PIN1 Attenuation Improves Midface Hypoplasia in a Mouse Model of Apert Syndrome

Abstract

Premature fusion of the cranial suture and midface hypoplasia are common features of syndromic craniosynostosis caused by mutations in the FGFR2 gene. The only treatment for this condition involves a series of risky surgical procedures designed to correct defects in the craniofacial bones, which must be performed until brain growth has been completed. Several pharmacologic interventions directed at FGFR2 downstream signaling have been tested as potential treatments for premature coronal suture fusion in a mouse model of Apert syndrome. However, there are no published studies that have targeted for the pharmacologic treatment of midface hypoplasia. We used Fgfr2(S252W/+) knock-in mice as a model of Apert syndrome and morphometric analyses to identify causal hypoplastic sites in the midface region. Three-dimensional geometric and linear analyses of Fgfr2(S252W/+) mice at postnatal day 0 demonstrated distinct morphologic variance.
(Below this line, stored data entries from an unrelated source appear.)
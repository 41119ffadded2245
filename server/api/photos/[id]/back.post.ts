import { removePhoto } from '~~/server/services/photos'
import { defineStudioHandler } from '~~/server/utils/handler'
import { idParams } from '#shared/schemas/common'

/** POST /api/photos/7/back: has back what was taken away. */
export default defineStudioHandler({
  may: 'add photos',
  params: idParams,
  run: ({ db, studio, member, params, now }) => removePhoto(db, studio.id, member, params.id, false, now),
})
The premature fusion of anterior facial bones, such as the maxilla, nasal, and frontal bones, rather than the cranium or cranial base, is the main contributing factor toward the anterior-posterior skull length shortening. The cranial base of the mouse model had a noticeable downward slant around the intersphenoid synchondrosis, which is related to distortion of the airway. Within a skull, the facial shape variance was highly correlated with the cranial base angle change along Fgfr2 S252W mutation-induced craniofacial anomalies. The inhibition of an FGFR2 downstream signaling enzyme, PIN1, via genetic knockdown or use of a PIN1 inhibitor, juglone, attenuated the aforementioned deformities in a mouse model of Apert syndrome. Overall, these results indicate that FGFR2 signaling is a key contributor toward abnormal anterior-posterior dimensional growth in the midface region. Our study suggests a novel therapeutic option for the prevention of craniofacial malformations induced by mutations in the FGFR2 gene.